Four logical reasons: the first two of which are replacement cost (it’s not what the gas in the tanks cost them when they bought it, it’s what it’ll cost them to put back), and inventory control (related to replacement cost). Everybody raises costs because they anticipate that next week (or even this week) it will cost them an assload to refill, and a station with empty tanks is a station that is a black hole of fixed costs with no revenue. If anybody doesn’t raise costs as much as everybody else, then their tanks will be pillaged and they’ll have to refill closer to the disturbance and pay *even more*, with a HUGE gap between their sale price and their replacement cost. Third reason ( or reason 2, part 2): panic demand, leading to potentially empty tanks. Price goes up to stanch the bleeding to manageable. Fewer customers, similar revenue, more in the tanks so they can lower their price next week and not get “surprised” in the butt in some of the ways above. Final reason: speculation/insurance. They don’t know how much costs are going to go up and what availability will be, so they have to place bets, on limited information.

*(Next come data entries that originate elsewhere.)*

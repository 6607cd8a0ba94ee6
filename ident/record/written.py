"""Stamps as people and programs write them, to ticks: ISO 8601, day-first, month-first, month names, 12-hour clocks.

Cells of one shape (all digits alike) are read together, column by column of characters; a log has few shapes.
"""

from __future__ import annotations

import re
from dataclasses import dataclass
from itertools import product

import numpy as np
from numpy.typing import NDArray

from ident.errors import ReadError
from ident.record.quote import printable, quoted
from ident.record.segments import Flags, Lines

Bytes = NDArray[np.bytes_]
Ints = NDArray[np.int64]

DATE_ORDERS = ("dmy", "mdy", "ymd")
MOST_SHAPES = 200
NS = 1_000_000_000
CENTURY, PIVOT = 2000, 70  # 26 is 2026, 70 is 1970

_MONTHS = ("jan", "feb", "mar", "apr", "may", "jun", "jul", "aug", "sep", "oct", "nov", "dec")
_DATES = (
    r"(?P<year>\d{4})(?P<mark>[-/.])(?P<month>\d{1,2})[-/.](?P<day>\d{1,2})",
    r"(?P<year>\d{4})(?P<month>\d\d)(?P<day>\d\d)(?=T)",
    r"(?P<a>\d{1,2})(?P<mark>[-/.])(?P<b>\d{1,2})[-/.](?P<c>\d{4}|\d{2})",
    r"(?P<day>\d{1,2})[-/. ](?P<name>[A-Za-z]{3,9})[-/., ]+(?P<c>\d{4}|\d{2})",
    r"(?P<name>[A-Za-z]{3,9}) (?P<day>\d{1,2}),? (?P<c>\d{4})",
)
_CLOCKS = (
    r"(?P<hour>\d{1,2}):(?P<minute>\d{2})(?::(?P<second>\d{2})(?:[.,:](?P<part>\d{1,9}))?)?"
    r"(?: ?(?P<half>[APap])\.?[Mm]\.?)?",
    r"(?P<hour>\d{2})(?P<minute>\d{2})(?P<second>\d{2})(?:[.,](?P<part>\d{1,9}))?",
)
_ZONE = r"(?: ?(?P<zone>Z|UTC|GMT|(?P<sign>[+-])(?P<zh>\d{2}):?(?P<zm>\d{2})?))?"
_PATTERNS = (
    *(re.compile(f"{date}(?:[T ,_]+{clock}{_ZONE})?") for date, clock in product(_DATES, _CLOCKS)),
    re.compile(_CLOCKS[0]),
)


@dataclass(frozen=True, slots=True, eq=False)
class Written:
    """Stamps as read.

    ticks       (n,), of `per_second` since 1970, or since midnight where there is no date
    kind        absolute (with offset), local (without), clock (no date)
    two_digits  years are written with two digits
    """

    ticks: Ints
    per_second: int
    kind: str
    two_digits: bool


def read_written(cells: Bytes, line: Lines, *, name: str, date_order: str | None) -> Written:
    """Read stamps.

    cells    (n,), none blank
    line     (n,) file lines

    Raises ReadError: unreadable-time, ambiguous-dates.
    """
    cells = np.strings.strip(cells)
    fields, seen = _fields(cells, line, name)
    if "a" in seen:
        _settle_order(fields, cells, line, name, date_order)
    dated = fields["year"] >= 0
    short = fields["two"] > 0
    if dated.any() and not dated.all():
        raise unreadable(cells, ~dated if dated[0] else dated, line, name)
    year = np.where(short, fields["year"] + np.where(fields["year"] < PIVOT, CENTURY, CENTURY - 100), fields["year"])
    hour = np.maximum(fields["hour"], 0)
    half = fields["half"]
    sound = np.where(half >= 0, (hour >= 1) & (hour <= 12), hour < 24)
    hour = np.where(half >= 0, hour % 12 + 12 * half, hour)
    days = np.zeros(len(cells), dtype=np.int64)
    if dated.all():
        months = (year - 1970) * 12 + fields["month"] - 1
        first = months.astype("M8[M]").astype("M8[D]").astype(np.int64)
        length = (months + 1).astype("M8[M]").astype("M8[D]").astype(np.int64) - first
        days = first + fields["day"] - 1
        sound &= (fields["month"] >= 1) & (fields["month"] <= 12) & (fields["day"] >= 1) & (fields["day"] <= length)
        sound &= year >= 1
    minute, second = np.maximum(fields["minute"], 0), np.maximum(fields["second"], 0)
    sound &= (minute < 60) & (second <= 60)
    if not sound.all():
        raise unreadable(cells, ~sound, line, name)
    zoned = fields["zoned"] > 0
    if zoned.any() and not zoned.all():
        row = int(np.argmax(zoned != zoned[0]))
        raise ReadError(
            "unreadable-time",
            f"Line {line[row]}, column {quoted(name)}: {quoted(cells[row].decode())} and the first row differ in "
            "having an offset; export all stamps with one.",
            {"line": int(line[row])},
        )
    part = fields["part"]  # ns
    fine = bool((part % 1000).any())
    seconds = ((days * 24 + hour) * 60 + minute - fields["offset"]) * 60 + second
    if fine and np.abs(seconds).max() > 9e9:
        raise unreadable(cells, np.abs(seconds) > 9e9, line, name)
    ticks = seconds * NS + part if fine else seconds * (NS // 1000) + part // 1000
    kind = "clock" if not dated.any() else "absolute" if zoned.all() else "local"
    return Written(ticks, NS if fine else NS // 1000, kind, bool(short.any()))


def _fields(cells: Bytes, line: Lines, name: str) -> tuple[dict[str, Ints], set[str]]:
    """Each field of the stamps as numbers, -1 (0 for sums) where a stamp has none."""
    n = len(cells)
    width = int(np.strings.str_len(cells).max(initial=1))
    view = np.ascontiguousarray(cells.astype(f"S{width}")).view(np.uint8).reshape(n, width)
    digits = (view >= 48) & (view <= 57)
    shapes = np.where(digits, np.uint8(48), view)
    fields = {key: np.full(n, -1) for key in ("year", "month", "day", "hour", "minute", "second", "half", "a", "b")}
    fields |= {key: np.zeros(n, dtype=np.int64) for key in ("part", "offset", "zoned", "two", "dotted")}
    left = np.arange(n)
    seen: set[str] = set()
    for _ in range(MOST_SHAPES):
        alike = (shapes[left] == shapes[left[0]]).all(axis=1)
        rows, left = left[alike], left[~alike]
        text = cells[rows[0]].decode("ascii", "replace")
        match = next((m for p in _PATTERNS if (m := p.fullmatch(text))), None)
        if match is None:
            raise unreadable(cells, np.isin(np.arange(n), rows), line, name)
        seen |= {key for key, value in match.groupdict().items() if value is not None}
        _take(fields, match, view[rows] - np.uint8(48), rows)
        if len(left) == 0:
            return fields, seen
    raise unreadable(cells, np.isin(np.arange(n), left), line, name)


def _take(fields: dict[str, Ints], match: re.Match[str], digits: NDArray[np.uint8], rows: Ints) -> None:
    def number(key: str) -> Ints:
        start, stop = match.span(key)
        value = np.zeros(len(rows), dtype=np.int64)
        for k in range(start, stop):
            value = value * 10 + digits[:, k]
        return value

    found = match.groupdict()
    for key in ("year", "month", "day", "hour", "minute", "second", "a", "b"):
        if found.get(key) is not None:
            fields[key][rows] = number(key)
    if found.get("c") is not None:
        fields["year"][rows] = number("c")
        fields["two"][rows] = len(found["c"]) == 2
        fields["dotted"][rows] = found.get("mark") == "."
    if (month := found.get("name")) is not None:
        key = month[:3].casefold()
        fields["month"][rows] = _MONTHS.index(key) + 1 if key in _MONTHS else 0
    if found.get("part") is not None:
        fields["part"][rows] = number("part") * 10 ** (9 - len(found["part"]))
    if (half := found.get("half")) is not None:
        fields["half"][rows] = half in "pP"
    if found.get("zone") is not None:
        fields["zoned"][rows] = 1
        if found["sign"]:
            minutes = number("zh") * 60 + (number("zm") if found["zm"] else 0)
            fields["offset"][rows] = -minutes if found["sign"] == "-" else minutes


def _settle_order(fields: dict[str, Ints], cells: Bytes, line: Lines, name: str, date_order: str | None) -> None:
    """Which of the first two numbers of a date is the day; asked for where no row tells."""
    here = fields["a"] >= 0
    a, b = fields["a"][here], fields["b"][here]
    order = date_order or ("dmy" if (fields["dotted"][here] > 0).all() else None)
    if order is None:
        dmy, mdy = bool((b <= 12).all()), bool((a <= 12).all())
        if dmy and mdy and (a != b).any():
            row = int(np.flatnonzero(here)[np.argmax(a != b)])
            month = [m.capitalize() for m in _MONTHS]
            i, k, text = int(fields["a"][row]), int(fields["b"][row]), quoted(cells[row].decode("ascii", "replace"))
            raise ReadError(
                "ambiguous-dates",
                f"Line {line[row]}, column {quoted(name)}: {text} may be {i} {month[max(k, 1) - 1]} or "
                f'{k} {month[max(i, 1) - 1]}, and no row decides; give the option "date_order" as dmy (day first) or '
                "mdy (month first).",
                {"line": int(line[row])},
            )
        order = "dmy" if dmy else "mdy"
    if order == "ymd":
        # 26-03-02: what was taken for the year is the day.
        if not (fields["two"][here] > 0).all():
            raise unreadable(cells, here, line, name)
        fields["day"][here], fields["month"][here], fields["year"][here] = fields["year"][here], b, a
    else:
        fields["day"][here], fields["month"][here] = (a, b) if order == "dmy" else (b, a)


def unreadable(cells: Bytes, bad: Flags, line: Lines, name: str) -> ReadError:
    """The error that names the first stamp that cannot be read."""
    row = int(np.argmax(bad))
    return ReadError(
        "unreadable-time",
        f"Line {line[row]}, column {quoted(name)}: {quoted(cells[row].decode('ascii', 'replace'))} is no time stamp "
        "that is read here; export ISO 8601 (2026-03-02T08:15:00.100Z), epoch or elapsed seconds.",
        {"line": int(line[row]), "column": printable(name), "count": int(bad.sum())},
    )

The reason it’s always based on replacement cost is that they have to choose a direction in which to get fucked. If they charge exactly and only what it cost to get the gallon they are currently serving, then they get fucked coming and going - when prices go up, their tanks get nailed and they have to pay more and more for each replacement batch trying to make it up on volume, and when prices go down, they are the guy with the high price and can’t sell, as the prices slip lower and lower... Replacement cost-based pricing keeps everybody more honest in normal circumstances.

This isn’t that hard, nor is it wildly unfair or gouging. It’s not a conspiracy, it’s just a complicated arms race/game of chicken in which the stakes are potential bankruptcy. It’s very, very easy for an individual station to lose assloads of money on their gas, because the margins are not all that at the best of times.

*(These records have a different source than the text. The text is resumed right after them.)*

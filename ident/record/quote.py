"""Words of messages: what stood in a file, without control characters and never a novel; counts that agree."""

from __future__ import annotations

LONGEST = 40


def printable(text: str) -> str:
    """The text on one line, every character that does not print replaced by ?, at most LONGEST characters."""
    clean = "".join(c if c.isprintable() else "?" for c in text[: LONGEST + 1].strip())
    return clean if len(clean) <= LONGEST else clean[: LONGEST - 1] + "…"


def quoted(text: str) -> str:
    return f'"{printable(text)}"'


def listed(texts: list[str], most: int = 12) -> str:
    """The texts quoted, one after the other; the rest counted."""
    shown = ", ".join(quoted(t) for t in texts[:most])
    return shown if len(texts) <= most else f"{shown} and {len(texts) - most} more"


def counted(count: int, one: str = "row", many: str = "rows") -> str:
    """The count with what goes on after it: "1 row was dropped", "2 rows were dropped"."""
    return f"{count} {one if count == 1 else many}"
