"""Segments: the runs of rows between gaps, each on its own time axis."""

from __future__ import annotations

from dataclasses import dataclass

import numpy as np
from numpy.typing import NDArray

Floats = NDArray[np.float64]

# A step longer than this many typical steps is a gap. Rounded or jittered stamps stay well below the first;
# logs written on change space their rows freely and need the second.
UNIFORM_GAP = 1.5
IRREGULAR_GAP = 10.0
# Stamps rounded to a few percent of the step still describe a uniform clock.
UNIFORM_TOLERANCE = 0.1


@dataclass(frozen=True, slots=True)
class Segment:
    """Rows start..stop-1 of a record, without a gap.

    step    sample time in s where the stamps lie on one grid, else None
    """

    start: int
    stop: int
    step: float | None

    @property
    def rows(self) -> int:
        return self.stop - self.start

    @property
    def slice(self) -> slice:
        return slice(self.start, self.stop)


@dataclass(frozen=True, slots=True)
class Exclusion:
    """Rows start..stop-1 left out of every fit, and why."""

    start: int
    stop: int
    reason: str


def uniform_step(time: Floats) -> float | None:
    """The sample time of stamps that lie on one grid within UNIFORM_TOLERANCE of a step, else None.

    time    (n,), s, increasing; fewer than two rows have no step
    """
    n = len(time)
    if n < 2:
        return None
    step = float(time[-1] - time[0]) / (n - 1)
    off_grid = np.abs(time - (time[0] + step * np.arange(n)))
    # The ends are on the grid by construction; a slow wander still shows in the middle.
    return step if float(off_grid.max()) <= UNIFORM_TOLERANCE * step else None


def split(time: Floats, usable: NDArray[np.bool_]) -> tuple[Segment, ...]:
    """Cut a record where the clock jumps and where rows are unusable.

    time    (n,), s, strictly increasing over usable rows
    usable  (n,), False where a row is left out
    """
    rows = np.flatnonzero(usable)
    if len(rows) == 0:
        return ()
    if len(rows) == 1:
        return (Segment(int(rows[0]), int(rows[0]) + 1, None),)
    steps = np.diff(time[rows])
    typical = float(np.median(steps))
    regular = float(np.mean(np.abs(steps - typical) <= UNIFORM_TOLERANCE * typical)) >= 0.9
    limit = (UNIFORM_GAP if regular else IRREGULAR_GAP) * typical
    cuts = np.flatnonzero((steps > limit) | (np.diff(rows) > 1)) + 1
    bounds = np.concatenate(([0], cuts, [len(rows)]))
    return tuple(
        Segment(int(rows[a]), int(rows[b - 1]) + 1, uniform_step(time[rows[a:b]]))
        for a, b in zip(bounds[:-1], bounds[1:], strict=True)
    )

Kinja'd!!! "Supreme Chancellor and Glorious Leader SaveTheIntegras" (jegoingout)
09/05/2017 at 10:24, STARS: 1

She gets back from vacation today, so hopefully before I leave

Kinja'd!!! "Supreme Chancellor and Glorious Leader SaveTheIntegras" (jegoingout)
09/05/2017 at 10:25, STARS: 1

Run on doggo power

Kinja'd!!! "TheRealBicycleBuck" (therealbicyclebuck)
09/05/2017 at 10:27, STARS: 1

It’s pretty simple. The cost of the next load of fuel has to be covered by the money earned from the fuel that’s in the tanks right now. The stations already have a good idea how much the next batch is going to cost, so they have to adjust their prices accordingly. The increased prices account for decreased production due to Harvey .

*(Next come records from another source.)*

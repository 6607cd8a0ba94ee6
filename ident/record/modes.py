"""Modes: where the controller was in manual, automatic or cascade, and what the setpoint means there."""

from __future__ import annotations

from itertools import pairwise

import numpy as np

from ident.findings import Finding
from ident.record.quote import counted, listed, quoted
from ident.record.record import ModeSpan
from ident.record.segments import Floats
from ident.record.words import BLANK, Words

MODES = {
    **dict.fromkeys(["man", "manual", "m", "hand", "manuell", "manuel", "manuelle", "manuale"], "manual"),
    **dict.fromkeys(["auto", "automatic", "a", "automatik", "automatisch", "automatique", "automatico"], "automatic"),
    **dict.fromkeys(["cas", "cascade", "c", "rcas", "remote", "kaskade", "cascada", "cascata"], "cascade"),
}
TRACKING = 0.9  # share of a manual span's rows where the setpoint equals the speed


def mode_spans(words: Words, name: str) -> tuple[tuple[ModeSpan, ...], list[Finding]]:
    """Spans of one mode each; a blank means the mode before. Unknown words: no spans and a finding."""
    known = [MODES.get(word.casefold(), "") for word in words.words]
    counts = words.counts()
    if not all(MODES.get(word.casefold()) for word in counts) or not counts:
        message = (
            f"Column {quoted(name)} (mode) holds {listed(list(counts)[:6])} and was not used: the words for manual, "
            "automatic and cascade are MAN, AUTO and CAS."
        )
        return (), [Finding("mode-ignored", "warning", message, {"column": name, "words": len(counts)})]
    kinds = sorted(set(known))
    number = np.array([*(kinds.index(k) for k in known), BLANK])[words.codes]
    filled = np.maximum.accumulate(np.where(number >= 0, np.arange(len(number)), 0))
    number = number[filled]
    edges = np.concatenate(([0], np.flatnonzero(np.diff(number)) + 1, [len(number)]))
    return (
        tuple(ModeSpan(a, b, kinds[number[a]]) for a, b in pairwise(edges.tolist()) if number[a] >= 0),
        [],
    )


def without_tracking(setpoint: Floats, speed: Floats, modes: tuple[ModeSpan, ...]) -> tuple[Floats, list[Finding]]:
    """The setpoint without manual spans in which it only follows the speed: that is no perfect control."""
    out = setpoint.copy()
    rows = 0
    for span in modes:
        here = slice(span.start, span.stop)
        if span.mode == "manual" and np.mean(setpoint[here] == speed[here]) >= TRACKING:
            out[here] = np.nan
            rows += span.stop - span.start
    if not rows:
        return setpoint, []
    message = (
        f"In {counted(rows)} in manual the setpoint only follows the measured speed (setpoint tracking): it "
        "commands nothing there and is taken as unknown."
    )
    return out, [Finding("setpoint-tracks-speed", "info", message, {"count": rows})]
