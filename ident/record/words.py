"""Columns of words (tags, qualities, modes): each row a number, each word spelled once."""

from __future__ import annotations

from dataclasses import dataclass

import numpy as np
import pandas as pd
from numpy.typing import NDArray

from ident.record.segments import Flags

Codes = NDArray[np.int32]

BLANK = -1
# A column with more different texts in a block is no column of words.
_MOST = 10_000


@dataclass(frozen=True, slots=True, eq=False)
class Words:
    """codes (n,), positions in `words`, BLANK where the cell is empty."""

    codes: Codes
    words: tuple[str, ...]

    def where(self, chosen: list[str]) -> Flags:
        """Rows that hold one of the given words, (n,)."""
        flags: Flags = np.isin(self.codes, [i for i, w in enumerate(self.words) if w in set(chosen)])
        return flags

    def counts(self) -> dict[str, int]:
        """{word: rows}, the commonest first."""
        found = np.bincount(self.codes[self.codes >= 0], minlength=len(self.words))
        return {self.words[i]: int(found[i]) for i in np.argsort(-found, kind="stable") if found[i]}


def read_words(column: pd.Series) -> Words:
    """One stretch of a column; whole numbers are spelled without a point."""
    codes, uniques = pd.factorize(column)
    if len(uniques) > _MOST:
        uniques = uniques[:_MOST]
        codes = np.where(codes < _MOST, codes, BLANK)
    return Words(codes.astype(np.int32), tuple(_spell(u) for u in uniques))


def spelled(pieces: list[Words]) -> Words:
    """Stretches of one column, one after the other."""
    place: dict[str, int] = {}
    codes = []
    for piece in pieces:
        own = np.array([place.setdefault(w, len(place)) for w in piece.words] + [BLANK], dtype=np.int32)
        codes.append(own[piece.codes])
    return Words(np.concatenate(codes), tuple(place))


def chosen(words: Words, rows: Flags) -> Words:
    """The given rows."""
    return Words(words.codes[rows], words.words)


def _spell(value: object) -> str:
    if isinstance(value, float | np.floating) and float(value).is_integer():
        return f"{float(value):.0f}"
    return str(value).strip()
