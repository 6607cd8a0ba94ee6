"""LoopRecord: one log of one speed loop, cleaned, segmented and read-only."""

from __future__ import annotations

from collections.abc import Iterable
from dataclasses import dataclass, field
from datetime import datetime

import numpy as np
from numpy.typing import ArrayLike

from ident.errors import IdentError
from ident.findings import Finding
from ident.record.segments import Exclusion, Floats, Segment, split


@dataclass(frozen=True, slots=True)
class Source:
    """Where a record came from: what the report shows of the log itself.

    sha256    of the bytes read
    rows      data rows in the file, before any was left out
    columns   {role: header}, roles time, setpoint, command, speed
    """

    sha256: str
    rows: int
    columns: dict[str, str] = field(default_factory=dict)
    findings: tuple[Finding, ...] = ()


@dataclass(frozen=True, eq=False, slots=True)
class LoopRecord:
    """Time, command, speed and, where logged, setpoint of one loop.

    time       (n,), s from the first sample, strictly increasing; any origin is accepted and moved to 0
    command    (n,), controller output u as logged
    speed      (n,), measured speed y as logged
    setpoint   (n,) or None
    excluded   spans left out with their reason; rows with a missing command or speed join them
    segments   runs of usable rows without a gap; estimators give each its own initial condition

    Raises IdentError: length-mismatch, time-not-increasing, too-few-rows, not-finite.
    """

    time: Floats
    command: Floats
    speed: Floats
    setpoint: Floats | None = None
    speed_unit: str = field(default="", kw_only=True)
    command_unit: str = field(default="", kw_only=True)
    start: datetime | None = field(default=None, kw_only=True)
    source: Source | None = field(default=None, kw_only=True)
    excluded: tuple[Exclusion, ...] = field(default=(), kw_only=True)
    segments: tuple[Segment, ...] = field(default=(), init=False)

    def __post_init__(self) -> None:
        columns = {name: _column(getattr(self, name)) for name in ("time", "command", "speed")}
        if self.setpoint is not None:
            columns["setpoint"] = _column(self.setpoint)
        n = len(columns["time"])
        if any(len(c) != n for c in columns.values()):
            lengths = ", ".join(f"{name} {len(c)}" for name, c in columns.items())
            raise IdentError("length-mismatch", f"All columns need the same number of rows; here: {lengths}.")
        if n < 2:
            raise IdentError("too-few-rows", "A record needs at least two rows.", {"rows": n})
        _check(columns)
        columns["time"] = columns["time"] - columns["time"][0]
        for name, column in columns.items():
            column.flags.writeable = False
            object.__setattr__(self, name, column)
        usable = ~(np.isnan(self.command) | np.isnan(self.speed))
        missing = _spans(~usable, "missing value")
        for span in self.excluded:
            usable[span.start : span.stop] = False
        object.__setattr__(self, "excluded", (*self.excluded, *missing))
        object.__setattr__(self, "segments", split(self.time, usable))

    @property
    def rows(self) -> int:
        return len(self.time)

    @property
    def sample_time(self) -> float | None:
        """The step shared by the uniform segments (median), s; None where no segment is uniform."""
        steps = [s.step for s in self.segments if s.step is not None]
        return float(np.median(steps)) if steps else None


def _column(values: ArrayLike) -> Floats:
    # A copy: the caller's array must not change under a frozen record.
    return np.array(values, dtype=np.float64).reshape(-1)


def _check(columns: dict[str, Floats]) -> None:
    for name, column in columns.items():
        bad = np.isinf(column) if name != "time" else ~np.isfinite(column)
        if bad.any():
            row = int(np.argmax(bad))
            raise IdentError(
                "not-finite",
                f"Row {row} of {name} is {column[row]}: replace it by a number, or leave it empty.",
                {"row": row, "column": name},
            )
    back = np.flatnonzero(np.diff(columns["time"]) <= 0)
    if len(back):
        row = int(back[0]) + 1
        raise IdentError(
            "time-not-increasing",
            f"Time stands still or runs backwards at row {row}; sort the rows or split the record there.",
            {"row": row, "count": len(back)},
        )


def _spans(mask: np.ndarray[tuple[int], np.dtype[np.bool_]], reason: str) -> Iterable[Exclusion]:
    edges = np.diff(np.concatenate(([0], mask.astype(np.int8), [0])))
    return [
        Exclusion(int(a), int(b), reason)
        for a, b in zip(np.flatnonzero(edges == 1), np.flatnonzero(edges == -1), strict=True)
    ]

“As of Tuesday, Aug. 29, about 2.33 million barrels per day (b/d) of Texas refining capacity was offline because of shutdowns connected to Tropical Storm Harvey, according to S&P Global Platts. This represents about 12.6% of U.S. refining capacity. However, with many of the refineries still in operation running at 50% or lower capacity, the true figure of affected production may actually approach 18% of total U.S. capacity.

The Texas and Louisiana Gulf Coast combined represent 8.64 million of the country’s 18.557 million b/d of refining capacity.”

There’s also some price gouging going on in the market, but gasoline prices are extremely competitive so they can’t gouge a whole lot or for very long.

Kinja'd!!! "JGrabowMSt" (jgrabowmst)
09/05/2017 at 10:47, STARS: 0

Bro, you drive a Honda. No complaining about gas prices. When you’ve got 24 cylinders and 13.3L of displacement in the driveway, you can complain about gas prices.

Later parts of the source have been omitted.